Prokaryotic pow-wows and tackling antibiotic resistance
Antibiotic resistance is and will continue to be a key issue in the years to come. Many pathogens have been dubbed “super-bugs” as a result of their ability to persist in the presence of multiple antibiotics. Some bacterial pathogens, like totally drug-resistant tuberculosis, MRSA, Klebsiella pneumoniae, and Acinetobacter baumannii are of particular interest because of their clinical prevalence and ability to quickly acquire drug resistance.
One primary concern with antibiotic resistance is the lack of new drug development. The median cost of developing a new drug is $4.2 billion dollars (forbes article), and without proper antibiotic stewardship, a drug may only be useful for 2 or 3 years. That’s not much return on investment. Big pharmaceuticals will not dump money into a drug without the prospect of long term revenue.
However, there are novel ways to tackle the issue of antibiotic resistance without the billion bucks. The most heavily researched mechanism of antibiotic resistance is mediated by a class of enzymes called betalactamases. 80% of the research in the field of antibiotic resistance has been focused on betalactams, and we seem to have forgotten that there are several other classes of antibiotics that we can play with. I discussed the problem of such heavy focus on one antibiotic here: Gripes with antibiotic resistance research.
Bacteria have gained resistance to every class of antibiotics including aminoglycosides, tetracyclines, quinolones, and polymyxins. Each method of resistance is typically granted by an enzyme, and these enzymes should be new drug targets. If we can inhibit an enzyme that grants resistance, then by coupling the new drug with an old antibiotic, we can reutilize obsolete antibiotics.
Another method that has recently gained traction is the inhibition of virulence factors. Most bacteria are not virulent, and incapable of infecting humans. Remember, the human body is an incredibly harsh environment for a microbe. However, those that are virulent typically carry genetic determinants that give them the ability to colonize a host. For example, Escherichia coli is a commensal bacteria of the human gut, but some strains have gained the ability to produce toxins or adhere to particular mucosal surfaces, making these strains virulent. The development of new drugs to inhibit virulence may be able to prevent disease. I briefly described one such method in Dealing with antibiotic resistance through anti-virulence factors, where inhibition of a toxin leads to survival of mice and protection from disease.
One process that can be considered a virulence factor is quorum sensing, a mechanism for bacteria to detect population density. Bacteria excrete peptides that they also have receptors for, and when the concentration of bacteria increases, so too does the excreted peptides. When the population reaches a particular concentration, gene expression changes and may induce virulence factors. Pseudomonas aeruginosa and A. baumannii are opportunistic human pathogens, and through quorum sensing are able to coordinate the formation of biofilms, a virulence trait. Inhibition of the quorum sensing may inhibit the progression of disease, and a method for discovering drugs that can inhibit this system is described in this paper published this month in PNAS: A high-throughput screen for quorum-sensing inhibitors that target acyl-homoserine lactone synthases.

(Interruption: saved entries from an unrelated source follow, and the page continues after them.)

/**
 * What goes into a season and what comes out of it. The jobs room builds a `SeasonInput` from the database; the kernel packs it into
 * typed arrays and runs it; `explain` walks the same code for one parcel and day.
 */
import type { IsoDate } from '../base/civil-date.ts';
import type { WorkingStep } from '../base/working.ts';
import type { Stage } from '../crop/curve.ts';
import type { CarriedSeries, CompletedWeather, SeriesWeights, Site, SiteWeight } from '../weather/variable.ts';

/** Which published combination equation gives the reference ET that drives the crops. Both for the short surface here: the crop library is on grass. */
type ReferenceMethod = 'fao56' | 'asce2005';

/** How the reference ET of a site-day was got: given by the source, summed over its hours, or computed from its daily weather. */
export type SiteReferenceEt = 'given' | 'hourly-sum' | 'at-sites';

/** A layer of a soil, from `top` to `bottom` [m below the surface]; water contents [m³ m⁻³]. */
export interface SoilLayer {
  readonly top: number;
  readonly bottom: number;
  readonly fieldCapacity: number;
  readonly wiltingPoint: number;
}

/** How fast a soil lifts water from a water table: saturated conductivity [mm d⁻¹], bubbling head [m], exponent b of the retention curve [1]. */
export interface CapillaryProperties {
  readonly conductivity: number;
  readonly bubblingHead: number;
  readonly exponent: number;
}

/** Soil class. Water contents [m³ m⁻³], depths [m], water depths [mm]. */
export interface Soil {
  readonly code: string;
  readonly name: string;
  readonly fieldCapacity: number;
  readonly wiltingPoint: number;
  /** depth of the layer that dries by evaporation, Ze [m] */
  readonly evaporationDepth: number;
  readonly readilyEvaporableWater: number;
  readonly totalEvaporableWater: number;
  /** runoff curve number of the class under row crops, or NaN for no runoff */
  readonly curveNumber: number;
  /** rooting limited by a hard layer at this depth [m], or NaN */
  readonly rootLimit: number;
  /** layers from the surface down, without gaps; below the last one its values go on. Left out: one layer of the values above */
  readonly layers?: readonly SoilLayer[];
  /** θs [m³ m⁻³], for ponded rice; left out: 0.45 */
  readonly saturation?: number;
  /** shifts p (FAO-56, text of Table 22): fine soils −10 %, coarse soils +10 % of p. Left out: medium */
  readonly texture?: 'coarse' | 'medium' | 'fine';
  /** seepage and percolation under ponded water, after puddling [mm d⁻¹] */
  readonly percolationRate?: number;
  readonly capillary?: CapillaryProperties;
}

/** How water is put on a field. */
export interface ApplicationMethod {
  readonly code: string;
  readonly name: string;
  /** application efficiency Ea, 0–1 */
  readonly efficiency: number;
  /** fraction of soil surface wetted fw, 0–1 (FAO-56 Table 20) */
  readonly wettedFraction: number;
  /** true when wetted soil lies under the canopy (drip), FAO-56 Eq. 75 note */
  readonly underCanopy: boolean;
  /** most that the system can put on in a day, net [mm d⁻¹] */
  readonly maximumDailyDepth: number;
  /** share of readily available water at which an irrigation starts, 0–1 */
  readonly triggerFraction: number;
  /** least net depth worth an application [mm]; left out: 0 */
  readonly minimumDepth?: number;
  /** flow of the system over the field [L s⁻¹ ha⁻¹], bounds the gross depth of a day; left out: no bound */
  readonly flow?: number;
  /** Ea by net depth applied [mm], ascending; between the points linear, beyond them the end values. Left out: `efficiency` at every depth */
  readonly efficiencyByDepth?: readonly { readonly depth: number; readonly efficiency: number }[];
}

/**
 * When water is put on.
 *
 * depletion: when the depletion passes `trigger` × RAW (left out: the method's), refill up to `refill` of the depletion (1 = field capacity)
 * interval: every `days` from the planting on, refill
 * fixed-depth: `depth` each time the depletion passes it, or RAW where that is less
 * daily: the depletion of the day before is replaced every day
 * deficit: as depletion, with a trigger and refill of its own in each stage; a trigger above 1 lets the crop run short on purpose
 * none: rain-fed
 */
export type IrrigationRule =
  | { readonly kind: 'depletion'; readonly trigger?: number; readonly refill?: number }
  | { readonly kind: 'interval'; readonly days: number }
  | { readonly kind: 'fixed-depth'; readonly depth: number }
  | { readonly kind: 'daily' }
  | { readonly kind: 'deficit'; readonly stages: Readonly<Record<Stage, { readonly trigger: number; readonly refill: number }>> }
  | { readonly kind: 'none' };

/** Ponded rice. Depths [mm], times [d] counted from the planting (before it: negative) or the harvest (before it: positive). */
export interface Paddy {
  /** day the field is flooded for puddling, counted from the planting; −10 is ten days before */
  readonly floodFrom: number;
  /** day supply ends and the field drains, so many days before harvest */
  readonly drainBefore: number;
  /** ponded depth an application fills to, and the depth at which it starts */
  readonly pondTarget: number;
  readonly pondMinimum: number;
  /** height of the bunds; water above it spills */
  readonly bund: number;
  /** depth of soil brought to saturation by puddling [m] */
  readonly puddledDepth: number;
}

/** A canopy that does not cover the ground: orchard, vineyard, wide rows. FAO-56 chapter 9. */
export interface Canopy {
  /** fraction of the ground covered or shaded at noon in the mid season, fc eff, 0–1 */
  readonly cover: number;
  /** m */
  readonly height: number;
  /** Kcb of ground between the plants: 0.15 bare … of active ground cover */
  readonly groundBasal?: number;
  /** resistance correction Fr of stomatal control, 0–1 (FAO-56 Eq. 102) */
  readonly stomatalFactor?: number;
}

/** Mulch on the soil. */
export interface Mulch {
  readonly kind: 'plastic' | 'organic';
  /** fraction of the soil surface covered, 0–1 */
  readonly cover: number;
}

/** A crop of the library; coefficients are for the short (grass) surface in the standard climate (u2 = 2 m/s, RHmin = 45 %). */
export interface Crop {
  readonly code: string;
  readonly name: string;
  readonly group: string;
  readonly type: 'annual' | 'perennial' | 'forage' | 'forage-cut' | 'orchard';
  readonly surface: 'short' | 'tall';
  readonly basalInitial: number;
  readonly basalMid: number;
  readonly basalEnd: number;
  /** m */
  readonly heightMax: number;
  /** m */
  readonly rootDepthMin: number;
  /** m */
  readonly rootDepthMax: number;
  /** soil water depletion fraction p for ETc ≈ 5 mm/d (FAO-56 Table 22) */
  readonly depletionFraction: number;
  /** yield response factor Ky of the season, NaN when not listed */
  readonly yieldResponse: number;
  /** last irrigation, as a fraction of the late stage (0 = its start, 1 = harvest) */
  readonly lastIrrigation: number;
  /** single coefficients Kc of the table; left out: Kcb + 0.05 (mid, end), Kcb + 0.15 (initial) */
  readonly single?: { readonly initial: number; readonly mid: number; readonly end: number };
  /** salt tolerance: threshold of the saturation extract [dS m⁻¹], decline of yield [% per dS m⁻¹] */
  readonly salinity?: { readonly threshold: number; readonly slope: number };
  /** Ky by stage; a stage left out is not listed */
  readonly stageResponse?: Partial<Readonly<Record<Stage, number>>>;
  readonly canopy?: Canopy;
  readonly paddy?: Paddy;
  /** Kcb before green-up and after a killing frost, for perennials; left out: 0 */
  readonly dormantBasal?: number;
  /** crop of the table of critical temperatures (frost) */
  readonly frostTable?: string;
}

/**
 * A start that the weather decides, searched from the planting date of the planting (then the earliest day) to `latest` days after it; when the rule is
 * not met by then, `latest` is the start.
 *
 * air-temperature: running mean of `days` days reaches `threshold` [°C] (falling: drops to it)
 * soil-temperature: as above, of the estimated soil temperature
 * rain: `depth` [mm] falls within `days` days
 * frost-free: day after the last minimum below `threshold` [°C] in the window
 * growing-degree-days: sum above `base` from the earliest day reaches `sum` [°C d]
 */
export type StartRule = {
  readonly latest: number;
  /** days from the day found to the start; negative: before it, but never before the planting date. Left out: 0 */
  readonly offset?: number;
} & (
  | {
      readonly kind: 'air-temperature' | 'soil-temperature';
      readonly threshold: number;
      readonly days: number;
      readonly falling?: boolean;
    }
  | { readonly kind: 'rain'; readonly depth: number; readonly days: number }
  | { readonly kind: 'frost-free'; readonly threshold: number }
  | { readonly kind: 'growing-degree-days'; readonly base: number; readonly sum: number }
);

/** Stage lengths as sums of growing degree days [°C d] above `base`, temperatures held below `ceiling` [°C]. */
export interface ThermalStages {
  readonly base: number;
  readonly ceiling: number;
  readonly initial: number;
  readonly development: number;
  readonly mid: number;
  readonly late: number;
}

/** Lengths of the growth stages [d]; for cut forage the first cycle, with `laterCycle` after each cut. */
export interface CropCalendar {
  readonly code: string;
  readonly name: string;
  readonly initial: number;
  readonly development: number;
  readonly mid: number;
  readonly late: number;
  readonly laterCycle: { readonly initial: number; readonly development: number; readonly mid: number; readonly late: number } | null;
  /** stages by thermal time; the lengths in days above are then what stands in where no weather tells */
  readonly thermal?: ThermalStages;
  /** stages after a cut by thermal time */
  readonly laterThermal?: ThermalStages;
  readonly start?: StartRule;
  /** season ends on the first day after `notBefore` days from the start with a minimum at or below `threshold` [°C], or `after` days later: killing frost */
  readonly killingFrost?: { readonly threshold: number; readonly notBefore: number; readonly after?: number };
  /** coefficients of single cycles of a cut forage, from the first; a cycle past the end has the last one's */
  readonly cycles?: readonly { readonly basalInitial: number; readonly basalMid: number; readonly basalEnd: number }[];
}

/** One crop on a share of a parcel. Stages past `harvestDate` are cut off; cut dates restart the cycle. */
export interface Planting {
  readonly crop: Crop;
  readonly calendar: CropCalendar;
  readonly plantingDate: IsoDate;
  readonly harvestDate: IsoDate | null;
  readonly cutDates: readonly IsoDate[];
  /** share of the parcel's area, 0–1 */
  readonly areaShare: number;
  /** left out: refill at the allowed depletion of the method */
  readonly irrigation?: IrrigationRule;
  readonly mulch?: Mulch;
  /** stands in for the crop's canopy */
  readonly canopy?: Canopy;
  /** soil to the scheduling depth refilled so many days before planting; `depth` [mm] net instead where given */
  readonly preIrrigation?: { readonly daysBefore: number; readonly depth?: number };
  /** net depths [mm] given after planting whatever the soil says, for germination */
  readonly germination?: readonly { readonly daysAfter: number; readonly depth: number }[];
}
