/**
 * What a season refuses in the optional parts of soils, application methods and parcels.
 */
import { RangeViolation } from '../base/errors.ts';
import type { ApplicationMethod, ParcelInput, Soil, SoilLayer } from './types.ts';

/** Two edges this close are one [m]. */
const EDGE = 1e-6;

function within(what: string, value: number, low: number, high: number, where: string): void {
  if (!(value >= low && value <= high)) throw new RangeViolation(`${what} ${value} is not within ${low} … ${high} (${where})`);
}

/**
 * Checks layers, saturation, percolation and capillary properties of a soil, each where it is there.
 *
 * @throws {RangeViolation} naming value, limits and place
 */
export function checkSoilParts(soil: Soil, at: string): void {
  checkLayers(soil.layers ?? [], at);
  if (soil.saturation !== undefined) within('saturated water content', soil.saturation, soil.fieldCapacity, 0.9, at);
  if (soil.percolationRate !== undefined) within('percolation rate [mm/d]', soil.percolationRate, 0, 200, at);
  if (!soil.capillary) return;
  within('saturated conductivity [mm/d]', soil.capillary.conductivity, 0, 1e6, at);
  within('bubbling head [m]', soil.capillary.bubblingHead, 0.001, 20, at);
  within('exponent b of the retention curve', soil.capillary.exponent, 0.1, 50, at);
}

function checkLayers(layers: readonly SoilLayer[], at: string): void {
  let bottom = 0;
  for (const [k, layer] of layers.entries()) {
    const where = `layer ${k + 1} of ${at}`;
    if (!(Math.abs(layer.top - bottom) <= EDGE)) {
      throw new RangeViolation(`top ${layer.top} m must be where the layer above ends, ${bottom} m (${where})`);
    }
    if (!(layer.bottom > layer.top)) throw new RangeViolation(`bottom ${layer.bottom} m must be below the top ${layer.top} m (${where})`);
    within('wilting point', layer.wiltingPoint, 0, 0.6, where);
    within('field capacity', layer.fieldCapacity, 0, 0.8, where);
    if (!(layer.fieldCapacity > layer.wiltingPoint)) {
      throw new RangeViolation(`field capacity ${layer.fieldCapacity} must be above wilting point ${layer.wiltingPoint} (${where})`);
    }
    bottom = layer.bottom;
  }
}

/**
 * Checks least depth, flow and the efficiency curve of a method, each where it is there.
 *
 * @throws {RangeViolation} naming value, limits and place
 */
export function checkMethodParts(method: ApplicationMethod, at: string): void {
  if (method.minimumDepth !== undefined) within('least depth [mm]', method.minimumDepth, 0, method.maximumDailyDepth, at);
  if (method.flow !== undefined) within('flow over the field [L/s/ha]', method.flow, 0.01, 1000, at);
  let before = Number.NEGATIVE_INFINITY;
  for (const { depth, efficiency } of method.efficiencyByDepth ?? []) {
    if (!(depth > before && depth >= 0)) {
      throw new RangeViolation(`depth ${depth} mm of the efficiency curve must be above the one before it and not negative (${at})`);
    }
    within(`efficiency at ${depth} mm`, efficiency, 0.01, 1, at);
    before = depth;
  }
}

/**
 * Checks what a parcel has of its own: efficiency, salinity, water of the first morning, dated values.
 *
 * @throws {RangeViolation} naming value, limits and place
 */
export function checkParcelParts(parcel: ParcelInput, where: string): void {
  const { efficiency, salinity, initialWater } = parcel;
  if (efficiency !== undefined) within('efficiency', efficiency, 0.01, 1, where);
  if (salinity) {
    within('salinity of the soil [dS/m]', salinity.soil, 0, 100, where);
    within('salinity of the water [dS/m]', salinity.water, 0, 100, where);
  }
  for (const [what, dated] of [
    ['water table [m]', parcel.waterTable],
    ['delivery [mm]', parcel.deliveries],
    ['observed Kcb', parcel.observedBasal],
  ] as const) {
    if (dated && dated.days.length !== dated.values.length) {
      throw new RangeViolation(`${what}: ${dated.days.length} days but ${dated.values.length} values (${where})`);
    }
    for (const value of dated?.values ?? []) within(what, value, 0, 1000, where);
  }
  let above = 0;
  for (const { bottom, depletion } of initialWater?.profile ?? []) {
    if (!(bottom > above))
      throw new RangeViolation(`soil water of the first morning: depth ${bottom} m must be below ${above} m (${where})`);
    if (!Number.isFinite(depletion)) {
      throw new RangeViolation(`soil water of the first morning: depletion ${depletion} mm down to ${bottom} m is not a number (${where})`);
    }
    above = bottom;
  }
}
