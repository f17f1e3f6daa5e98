/** Every screen in two sizes and two themes: it opens, says nothing went wrong, fits its window, has one heading; a picture is kept. */
import type { Page } from '@playwright/test';
import type { RunAnswer } from '../lib/http/contract/run.ts';
import { type Api, accessibilityFaults, DESKTOP, expect, mapDrawn, PHONE, type Role, screen, test } from './support.ts';

const SIZES = { desktop: DESKTOP, phone: PHONE } as const;
const THEMES = ['light', 'dark'] as const;

interface Known {
  readonly run: RunAnswer;
  readonly parcel: string;
  readonly site: string;
  readonly crop: string;
  /** a day three quarters into the run */
  readonly date: string;
}

interface Screen {
  readonly name: string;
  readonly path: (known: Known) => string;
  readonly axe?: boolean;
  readonly signedOut?: boolean;
}

const SCREENS: readonly Screen[] = [
  { name: 'sign-in', path: () => '/sign-in', axe: true, signedOut: true },
  { name: 'map', path: () => '/', axe: true },
  { name: 'parcels', path: () => '/parcels' },
  { name: 'parcel', path: ({ parcel }) => `/parcels/${parcel}`, axe: true },
  { name: 'working', path: ({ parcel, date }) => `/parcels/${parcel}/working/${date}`, axe: true },
  { name: 'canals', path: () => '/canals', axe: true },
  { name: 'weather', path: () => '/weather' },
  { name: 'site', path: ({ site }) => `/weather/${site}` },
  { name: 'quality', path: () => '/weather/desk/quality', axe: true },
  { name: 'gaps', path: () => '/weather/desk/gaps', axe: true },
  { name: 'interpolation', path: () => '/weather/desk/interpolation', axe: true },
  { name: 'feeds', path: () => '/weather/desk/feeds', axe: true },
  { name: 'frost', path: () => '/frost', axe: true },
  { name: 'crops', path: () => '/crops' },
  { name: 'crop', path: ({ crop }) => `/crops/${crop}` },
  { name: 'imports', path: () => '/imports', axe: true },
  { name: 'runs', path: () => '/runs' },
  { name: 'run', path: ({ run }) => `/runs/${run.id}` },
  { name: 'methods', path: () => '/methods' },
  { name: 'validation', path: () => '/methods/validation', axe: true },
  { name: 'reports', path: () => '/reports' },
  { name: 'settings', path: () => '/settings' },
  { name: 'api-docs', path: () => '/api/docs' },
];

async function knownOf(api: Api): Promise<Known> {
  const [run, parcels, sites, crops] = await Promise.all([
    api.standing(),
    api.get<{ items: { code: string; crops: string[] }[] }>('/api/v1/parcels?limit=50'),
    api.get<{ items: { code: string }[] }>('/api/v1/weather/sites'),
    api.get<{ items: { code: string; planting_count: number }[] }>('/api/v1/crops'),
  ]);
  return {
    run,
    // the parcel with most crops has most to show
    parcel: parcels.items.reduce((a, b) => (b.crops.length > a.crops.length ? b : a)).code,
    site: sites.items[0].code,
    crop: crops.items.reduce((a, b) => (b.planting_count > a.planting_count ? b : a)).code,
    date: new Date(Date.parse(run.start_date) + 0.75 * (Date.parse(run.end_date) - Date.parse(run.start_date))).toISOString().slice(0, 10),
  };
}

async function open(page: Page, path: string, theme: 'light' | 'dark'): Promise<void> {
  await page.emulateMedia({ colorScheme: theme });
  await page.context().addCookies([{ name: 'tillwater_theme', value: theme, url: new URL(test.info().project.use.baseURL ?? '').origin }]);
  const response = await page.goto(path);
  expect(response?.status(), `status of ${path}`).toBe(200);
  if (path === '/') await mapDrawn(page);
  await expect(page.locator('html')).toHaveAttribute('data-theme', theme);
}

/** How far the page is wider than its window, and what sticks out. */
async function overflowOf(page: Page): Promise<string | null> {
  return page.evaluate(() => {
    const { scrollWidth, clientWidth } = document.documentElement;
    if (scrollWidth <= clientWidth) return null;
    const widest = [...document.body.querySelectorAll('*')].reduce((a, b) =>
      b.getBoundingClientRect().right > a.getBoundingClientRect().right ? b : a,
    );
    return `${scrollWidth} px in ${clientWidth} px: <${widest.tagName.toLowerCase()} class="${widest.className}">`;
  });
}

for (const shown of SCREENS) {
  test.describe(shown.name, () => {
    const signedInAs: Role | null = shown.signedOut ? null : 'manager';
    test.use({ signedInAs });

    test(`${shown.name}: desktop and phone, light and dark`, async ({ page, api }) => {
      test.setTimeout(240_000);
      const path = shown.path(await knownOf(api));
      for (const theme of THEMES) {
        await page.setViewportSize(DESKTOP);
        await open(page, path, theme);
        for (const [size, viewport] of Object.entries(SIZES)) {
          const name = `${shown.name}-${size}-${theme}`;
          await page.setViewportSize(viewport);
          await expect(page.getByRole('heading', { level: 1 }), `${name}: one first heading`).toHaveCount(1);
          expect.soft(await overflowOf(page), `${name}: nothing wider than the window`).toBeNull();
          await screen(page, name);
          if (shown.axe && size === 'desktop') expect.soft(await accessibilityFaults(page), `${name}: axe`).toEqual([]);
        }
      }
    });
  });
}

for (const shown of SCREENS.filter(({ name }) => ['parcel', 'working', 'canals'].includes(name))) {
  test(`${shown.name} on paper`, async ({ page, api }) => {
    await open(page, shown.path(await knownOf(api)), 'dark');
    await page.emulateMedia({ media: 'print', colorScheme: 'dark' });
    for (const navigation of await page.getByRole('navigation', { name: /^main/i, includeHidden: true }).all()) {
      await expect(navigation).toBeHidden();
    }
    await expect(page.getByRole('heading', { level: 1 })).toBeVisible();
    const ground = await page.evaluate(() => getComputedStyle(document.body).backgroundColor);
    expect(ground, 'paper is white, whatever the theme').toMatch(/^(rgb\(255, 255, 255\)|rgba\(0, 0, 0, 0\))$/);
    await screen(page, `${shown.name}-print`);
  });
}
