/** Canals: the table is the API’s, the week can be changed, what cannot carry its demand is named. */
import { readFileSync } from 'node:fs';
import type { Page } from '@playwright/test';
import { parse } from 'csv-parse/sync';
import type { ReachPeriod, RunAnswer, SummaryAnswer } from '../lib/http/contract/run.ts';
import { type Api, expect, expectText, test, textOf } from './support.ts';

async function busiestWeek(
  api: Api,
): Promise<{ run: RunAnswer; week: SummaryAnswer['weeks'][number]; index: number; weeks: SummaryAnswer['weeks'] }> {
  const run = await api.standing();
  const { weeks } = await api.get<SummaryAnswer>(`/api/v1/runs/${run.id}/summary`);
  const week = weeks.reduce((a, b) => ((b.headworks_inflow_m3 ?? 0) > (a.headworks_inflow_m3 ?? 0) ? b : a));
  return { run, week, weeks, index: weeks.indexOf(week) };
}

async function reachesOf(api: Api, run: RunAnswer, week: { start: string; end: string }): Promise<ReachPeriod[]> {
  const query = `period=week&from=${week.start}&to=${week.end}`;
  return (await api.get<{ items: ReachPeriod[] }>(`/api/v1/runs/${run.id}/reaches?${query}`)).items;
}

const COLUMNS: readonly (readonly [string, (reach: ReachPeriod) => number | null])[] = [
  ['Turnouts', (reach) => reach.turnout_demand_m3],
  ['Lost', (reach) => reach.reach_loss_m3],
  ['Head inflow', (reach) => reach.head_inflow_m3],
  ['Mean', (reach) => reach.mean_inflow_m3_s],
  ['Peak day', (reach) => reach.peak_inflow_m3_s],
  ['Capacity', (reach) => reach.capacity_m3_s],
];

async function expectTable(page: Page, reaches: readonly ReachPeriod[]): Promise<void> {
  const table = page.getByRole('table', { name: /^reaches/i });
  await expect(table.locator('tbody tr')).toHaveCount(reaches.length);
  const heads = (await table.locator('thead th').allTextContents()).map((head) => head.trim());
  const rows = await table
    .locator('tbody tr')
    .evaluateAll((all) =>
      all.map((row) => ({ reach: row.querySelector('[id]')?.id, cells: [...row.children].map((cell) => cell.textContent ?? '') })),
    );
  for (const [head, pick] of COLUMNS) {
    const at = heads.findIndex((one) => one.startsWith(head));
    expect(at, `column "${head}" among ${heads.join(' | ')}`).toBeGreaterThan(0);
    for (const reach of reaches) {
      const cells = rows.find((row) => row.reach === reach.reach)?.cells ?? [];
      expectText(cells[at], pick(reach), `${head} of ${reach.reach}`);
    }
  }
}

test('the busiest week is shown first; its table is the API’s; the week can be changed', async ({ page, api }) => {
  const { run, week, weeks, index } = await busiestWeek(api);
  await page.goto('/canals');
  const chosen = page.locator('select[name=date]');
  await expect(chosen).toHaveValue(week.start);
  await expectTable(page, await reachesOf(api, run, week));
  await page.getByRole('link', { name: 'Later week' }).click();
  await expect(chosen).toHaveValue(weeks[index + 1].start);
  await expectTable(page, await reachesOf(api, run, weeks[index + 1]));
  await page.getByRole('link', { name: 'Earlier week' }).click();
  await expect(chosen).toHaveValue(week.start);
  await chosen.selectOption(weeks[0].start);
  await page.getByRole('button', { name: 'Show' }).click();
  await expect(page).toHaveURL(new RegExp(`date=${weeks[0].start}`));
  await expectTable(page, await reachesOf(api, run, weeks[0]));
});

test('water is neither made nor lost on the way up the tree', async ({ api }) => {
  const { run, week } = await busiestWeek(api);
  const reaches = await reachesOf(api, run, week);
  for (const reach of reaches) {
    const fed = reaches.filter((one) => one.parent === reach.reach).reduce((sum, one) => sum + (one.head_inflow_m3 ?? 0), 0);
    const needed = (reach.turnout_demand_m3 ?? 0) + (reach.reach_loss_m3 ?? 0) + fed;
    expect(Math.abs((reach.head_inflow_m3 ?? 0) - needed), `${reach.reach}: inflow = turnouts + lost + fed`).toBeLessThanOrEqual(0.5);
  }
});

test('reaches that cannot carry the week are named, and no other', async ({ page, api }) => {
  const { run, weeks } = await busiestWeek(api);
  const byWeek = await Promise.all(weeks.map((week) => reachesOf(api, run, week)));
  const over = byWeek.map((reaches) => reaches.filter((reach) => (reach.capacity_share ?? 0) > 1));
  const fullest = over.reduce((best, reaches, index) => (reaches.length > over[best].length ? index : best), 0);
  expect(over[fullest].length, 'the demo has a week in which a canal is too small').toBeGreaterThan(0);
  await page.goto(`/canals?period=week&date=${weeks[fullest].start}`);
  const warning = page.getByRole('main').getByRole('status');
  await expect(warning.locator('li')).toHaveCount(over[fullest].length);
  const said = await textOf(warning);
  for (const reach of over[fullest]) expect(said, `${reach.reach} is named`).toContain(reach.name || reach.reach);
  for (const line of await warning.locator('li').allTextContents()) {
    const [, flow, capacity, share] = /([\d.]+) of ([\d.]+)[^(]*\(([\d.]+)/.exec(line) ?? [];
    // both flows are written to 0.001 m³/s, the share to a whole percent or finer
    expect(Math.abs((100 * Number(flow)) / Number(capacity) - Number(share)), `the numbers agree: ${line}`).toBeLessThan(0.7);
  }
  const calm = over.findIndex((reaches) => reaches.length === 0);
  await page.goto(`/canals?period=week&date=${weeks[calm].start}`);
  await expect(page.getByRole('table', { name: /^reaches/i })).toBeVisible();
  await expect(warning.locator('li')).toHaveCount(0);
});

test('the CSV has every reach of every week, with the numbers of the table', async ({ page, api }) => {
  const { run, week, weeks } = await busiestWeek(api);
  await page.goto('/canals');
  const [download] = await Promise.all([
    page.waitForEvent('download', { timeout: 60_000 }),
    page.locator('a[href*="reports/reaches.csv"]').first().click(),
  ]);
  const rows = parse(readFileSync(await download.path(), 'utf8'), { columns: true, bom: true }) as Record<string, string>[];
  const reaches = await reachesOf(api, run, week);
  expect(rows.length).toBe(reaches.length * weeks.length);
  for (const reach of reaches) {
    const row = rows.find((one) => one.reach === reach.reach && one.start === week.start);
    expect(Number(row?.head_inflow_m3), reach.reach).toBeCloseTo(reach.head_inflow_m3 ?? Number.NaN, 2);
  }
});
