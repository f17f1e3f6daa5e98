import { defineConfig } from '@playwright/test';
import { findBrowser } from './browser.ts';

const browser = await findBrowser();

export default defineConfig({
  testDir: '.',
  testMatch: '*.spec.ts',
  outputDir: 'output/results',
  fullyParallel: false,
  workers: 1,
  forbidOnly: true,
  retries: 0,
  timeout: 120_000,
  expect: { timeout: 20_000 },
  reporter: [['list']],
  use: {
    baseURL: process.env.BASE_URL,
    viewport: { width: 1440, height: 900 },
    trace: 'retain-on-failure',
    launchOptions: { executablePath: browser.executablePath, env: browser.env, args: [...browser.args] },
  },
});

The growing issue of antibiotic resistance is critical to global health, but the problem is still just a pea under a mattress and not enough attention has turned its way. Translational research and drug development are absolutely integral to advancements in the biomedical sciences, but basic research will give insight to novel drug targets and molecular mechanisms that we can utilize to cure disease. The pre-antibiotic era and the days where a common strep-throat or UTI would kill you are gone. However, without progress in research, stewardship, and activism, we could certainly regress.